From the data below, please reproduce exactly everything from the line that contains "not be audited." down to the line that contains "catalogue.csv) from rows as JSON.", with both ends included.
Start of Block
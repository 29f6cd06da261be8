//! Surveys in the page: the catalogue rows of a finished `AuditRun`, error rows, table folder
//! names and the catalogue's CSV and JSON bytes, all from `eccaudit_core::survey`, so the page's
//! catalogue is the command line's byte for byte. Rows cross into JavaScript as JSON text.

use eccaudit_core::survey::{
    catalogue_csv, catalogue_json, catalogue_rows, error_row, rows_from_json, table_folder,
    CatalogueRow,
};
use wasm_bindgen::prelude::*;

use crate::audit::AuditRun;
use crate::js_error;

/// The folder name of table `index` (0-based) of `n_tables`, as `eccaudit survey` names it.
#[wasm_bindgen(js_name = surveyFolder)]
pub fn survey_folder(index: u32, n_tables: u32, table: &str) -> String {
    table_folder(index as usize, n_tables as usize, table)
}

/// The catalogue row (as JSON: an array of one row) of a table that could not be audited.
#[wasm_bindgen(js_name = surveyErrorRows)]
pub fn survey_error_rows(table: &str, folder: &str, message: &str) -> String {
    catalogue_json(&[error_row(table, folder, message)])
}

fn rows(rows_json: &str) -> Result<Vec<CatalogueRow>, JsValue> {
    rows_from_json(rows_json).map_err(|e| js_error(format!("catalogue rows: {e}")))
}

/// The catalogue as CSV (the bytes `eccaudit survey` writes to catalogue.csv) from rows as JSON.
#[wasm_bindgen(js_name = catalogueCsv)]
pub fn catalogue_csv_text(rows_json: &str) -> Result<String, JsValue> {
    Ok(catalogue_csv(&rows(rows_json)?))
}

/// The catalogue as pretty JSON (the bytes of catalogue.json) from rows as JSON.
#[wasm_bindgen(js_name = catalogueJson)]
pub fn catalogue_json_text(rows_json: &str) -> Result<String, JsValue> {
    Ok(catalogue_json(&rows(rows_json)?))
}

#[wasm_bindgen]
impl AuditRun {
    /// The catalogue rows of the last finished report (as JSON), for table `table` in folder
    /// `folder`.
    #[wasm_bindgen(js_name = catalogueRows)]
    pub fn catalogue_rows(&self, table: &str, folder: &str) -> Result<String, JsValue> {
        let report = &self.report()?.1;
        Ok(catalogue_json(&catalogue_rows(table, folder, report, None)))
    }
}
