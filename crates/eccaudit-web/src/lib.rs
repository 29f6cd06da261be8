//! eccaudit-web: the thin wasm-bindgen adapter between the page and eccaudit-core.
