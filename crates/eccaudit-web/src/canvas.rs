//! A plotters backend for `<canvas>` that measures text with the canvas itself.
//!
//! plotters-canvas draws well, but plotters measures text on the web by
//! inserting a `<span style="…">` into the page, which the page's
//! Content-Security-Policy (`style-src 'self'`) rightly refuses. This wrapper
//! delegates every drawing call to plotters-canvas and answers text-size
//! questions with `CanvasRenderingContext2D.measureText`, which needs no DOM.
//!
//! It also batches runs of opaque lines and paths of one colour and width,
//! and of opaque filled circles of one colour, into a single canvas path each
//! (one `stroke()`/`fill()` per run instead of one per mark): a table of
//! 100 000 points is some 300 000 marks, and one path per mark made drawing
//! it take seconds of the page's main thread. A line or dot already in the
//! run (same pixels) is not added again: one path paints the union of its
//! sub-paths once, so the picture is the same.

use std::collections::HashSet;

use plotters_backend::{
    BackendColor, BackendCoord, BackendStyle, BackendTextStyle, DrawingBackend, DrawingErrorKind,
};
use plotters_canvas::CanvasBackend;
use wasm_bindgen::JsCast;
use web_sys::{CanvasRenderingContext2d, HtmlCanvasElement};

type CanvasError = <CanvasBackend as DrawingBackend>::ErrorType;

/// plotters-canvas with canvas-based text measurement.
pub struct MeasuredCanvas {
    inner: CanvasBackend,
    context: CanvasRenderingContext2d,
    /// The run of marks collected in the context's current path, not yet painted.
    batch: Option<Batch>,
    /// The marks of the pending run (end points of a line; centre and radius of a dot).
    marks: HashSet<Mark>,
}

/// A run of marks painted together.
#[derive(Debug, Clone, Copy, PartialEq)]
enum Batch {
    /// Lines stroked in one colour and width.
    Lines { rgb: (u8, u8, u8), width: u32 },
    /// Circles filled in one colour.
    Dots { rgb: (u8, u8, u8) },
}

impl Batch {
    /// The run of lines stroked in `style`'s colour and width.
    fn lines_in<S: BackendStyle>(style: &S) -> Batch {
        Batch::Lines {
            rgb: style.color().rgb,
            width: style.stroke_width(),
        }
    }
}

/// A line (end points) or circle (centre, radius, filled) in pixels, to skip repeats in a run.
#[derive(Debug, Clone, Copy, PartialEq, Eq, Hash)]
enum Mark {
    Line(BackendCoord, BackendCoord),
    Circle(BackendCoord, u32, bool),
}

fn css_colour((r, g, b): (u8, u8, u8)) -> String {
    // As plotters-canvas writes an opaque colour.
    format!("rgba({r},{g},{b},1)")
}

impl MeasuredCanvas {
    /// `None` when the canvas has no 2-D context.
    pub fn new(canvas: HtmlCanvasElement) -> Option<Self> {
        let context = canvas
            .get_context("2d")
            .ok()??
            .dyn_into::<CanvasRenderingContext2d>()
            .ok()?;
        let inner = CanvasBackend::with_canvas_object(canvas)?;
        Some(MeasuredCanvas {
            inner,
            context,
            batch: None,
            marks: HashSet::new(),
        })
    }
}

impl MeasuredCanvas {
    /// Paint the pending run, if any.
    fn flush(&mut self) {
        self.marks.clear();
        match self.batch.take() {
            Some(Batch::Lines { .. }) => self.context.stroke(),
            Some(Batch::Dots { .. }) => self.context.fill(),
            None => {}
        }
    }

    /// Make `batch` the current run: paint the pending one if it differs and start a new path.
    fn join(&mut self, batch: Batch) {
        if self.batch == Some(batch) {
            return;
        }
        self.flush();
        match batch {
            Batch::Lines { rgb, width } => {
                self.context.set_stroke_style_str(&css_colour(rgb));
                self.context.set_line_width(f64::from(width));
            }
            Batch::Dots { rgb } => self.context.set_fill_style_str(&css_colour(rgb)),
        }
        self.context.begin_path();
        self.batch = Some(batch);
    }
}

impl Drop for MeasuredCanvas {
    fn drop(&mut self) {
        self.flush();
    }
}

impl DrawingBackend for MeasuredCanvas {
    type ErrorType = CanvasError;

    fn get_size(&self) -> (u32, u32) {
        self.inner.get_size()
    }

    fn ensure_prepared(&mut self) -> Result<(), DrawingErrorKind<CanvasError>> {
        // plotters calls this before every mark; it paints nothing, so the run goes on.
        self.inner.ensure_prepared()
    }

    fn present(&mut self) -> Result<(), DrawingErrorKind<CanvasError>> {
        self.flush();
        self.inner.present()
    }

    fn draw_pixel(
        &mut self,
        point: BackendCoord,
        color: BackendColor,
    ) -> Result<(), DrawingErrorKind<CanvasError>> {
        self.flush();
        self.inner.draw_pixel(point, color)
    }

    fn draw_line<S: BackendStyle>(
        &mut self,
        from: BackendCoord,
        to: BackendCoord,
        style: &S,
    ) -> Result<(), DrawingErrorKind<CanvasError>> {
        let colour = style.color();
        if colour.alpha == 1.0 {
            self.join(Batch::lines_in(style));
            if !self.marks.insert(Mark::Line(from, to)) {
                return Ok(());
            }
            // plotters-canvas's half-pixel shift of horizontal and vertical lines.
            let (mut from, mut to) = ((from.0 as f64, from.1 as f64), (to.0 as f64, to.1 as f64));
            if from.0 == to.0 {
                from.0 -= 0.5;
                to.0 -= 0.5;
            }
            if from.1 == to.1 {
                from.1 -= 0.5;
                to.1 -= 0.5;
            }
            self.context.move_to(from.0, from.1);
            self.context.line_to(to.0, to.1);
            return Ok(());
        }
        self.flush();
        self.inner.draw_line(from, to, style)
    }

    fn draw_rect<S: BackendStyle>(
        &mut self,
        upper_left: BackendCoord,
        bottom_right: BackendCoord,
        style: &S,
        fill: bool,
    ) -> Result<(), DrawingErrorKind<CanvasError>> {
        self.flush();
        self.inner.draw_rect(upper_left, bottom_right, style, fill)
    }

    fn draw_path<S: BackendStyle, I: IntoIterator<Item = BackendCoord>>(
        &mut self,
        path: I,
        style: &S,
    ) -> Result<(), DrawingErrorKind<CanvasError>> {
        let colour = style.color();
        if colour.alpha == 1.0 {
            // As plotters-canvas, one sub-path through the points, without the half-pixel shift.
            self.join(Batch::lines_in(style));
            let mut points = path.into_iter();
            if let Some(start) = points.next() {
                self.context.move_to(f64::from(start.0), f64::from(start.1));
                for next in points {
                    self.context.line_to(f64::from(next.0), f64::from(next.1));
                }
            }
            return Ok(());
        }
        self.flush();
        self.inner.draw_path(path, style)
    }

    fn fill_polygon<S: BackendStyle, I: IntoIterator<Item = BackendCoord>>(
        &mut self,
        vert: I,
        style: &S,
    ) -> Result<(), DrawingErrorKind<CanvasError>> {
        self.flush();
        self.inner.fill_polygon(vert, style)
    }

    fn draw_circle<S: BackendStyle>(
        &mut self,
        center: BackendCoord,
        radius: u32,
        style: &S,
        fill: bool,
    ) -> Result<(), DrawingErrorKind<CanvasError>> {
        let colour = style.color();
        if colour.alpha == 1.0 {
            // A filled circle joins the dots; an outline joins the lines of its colour and width
            // (plotters' error bars draw one around each point).
            let batch = if fill {
                Batch::Dots { rgb: colour.rgb }
            } else {
                Batch::lines_in(style)
            };
            self.join(batch);
            if !self.marks.insert(Mark::Circle(center, radius, fill)) {
                return Ok(());
            }
            let (x, y, r) = (f64::from(center.0), f64::from(center.1), f64::from(radius));
            // A new sub-path per circle, so no line joins one circle to the next.
            self.context.move_to(x + r, y);
            if self
                .context
                .arc(x, y, r, 0.0, std::f64::consts::TAU)
                .is_ok()
            {
                return Ok(());
            }
            // `arc` refuses only a negative radius, which a u32 cannot be; should it refuse
            // anyway, plotters-canvas draws the circle alone and reports the error.
        }
        self.flush();
        self.inner.draw_circle(center, radius, style, fill)
    }

    fn draw_text<S: BackendTextStyle>(
        &mut self,
        text: &str,
        style: &S,
        pos: BackendCoord,
    ) -> Result<(), DrawingErrorKind<CanvasError>> {
        self.flush();
        self.inner.draw_text(text, style, pos)
    }

    fn estimate_text_size<S: BackendTextStyle>(
        &self,
        text: &str,
        style: &S,
    ) -> Result<(u32, u32), DrawingErrorKind<CanvasError>> {
        Ok(measure_text(Some(&self.context), text, style))
    }
}

/// Width and height in pixels of `text` in `style`, measured with `context.measureText` (no
/// DOM, so the page's CSP is respected); without a context, estimated as 0.6 em per character.
pub(crate) fn measure_text<S: BackendTextStyle>(
    context: Option<&CanvasRenderingContext2d>,
    text: &str,
    style: &S,
) -> (u32, u32) {
    let estimate = 0.6 * style.size() * text.chars().count() as f64;
    let width = match context {
        Some(context) => {
            // The same font string plotters-canvas sets before fillText.
            context.set_font(&format!(
                "{} {}px {}",
                style.style().as_str(),
                style.size(),
                style.family().as_str()
            ));
            context
                .measure_text(text)
                .map(|metrics| metrics.width())
                .unwrap_or(estimate)
        }
        None => estimate,
    };
    (width.ceil() as u32, style.size().ceil() as u32)
}

/// A 2-D context of a detached `<canvas>`, for measuring text outside any drawn canvas; `None`
/// off the web (native tests) or where there is no document.
pub(crate) fn detached_text_context() -> Option<CanvasRenderingContext2d> {
    if !cfg!(target_arch = "wasm32") {
        return None;
    }
    web_sys::window()?
        .document()?
        .create_element("canvas")
        .ok()?
        .dyn_into::<HtmlCanvasElement>()
        .ok()?
        .get_context("2d")
        .ok()??
        .dyn_into::<CanvasRenderingContext2d>()
        .ok()
}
End of Block
* _Answer for this exercise_:
/// The catalogue row (as JSON: an array of one row) of a table that could not be audited.
#[wasm_bindgen(js_name = surveyErrorRows)]
pub fn survey_error_rows(table: &str, folder: &str, message: &str) -> String {
    catalogue_json(&[error_row(table, folder, message)])
}

fn rows(rows_json: &str) -> Result<Vec<CatalogueRow>, JsValue> {
    rows_from_json(rows_json).map_err(|e| js_error(format!("catalogue rows: {e}")))
}

/// The catalogue as CSV (the bytes `eccaudit survey` writes to catalogue.csv) from rows as JSON.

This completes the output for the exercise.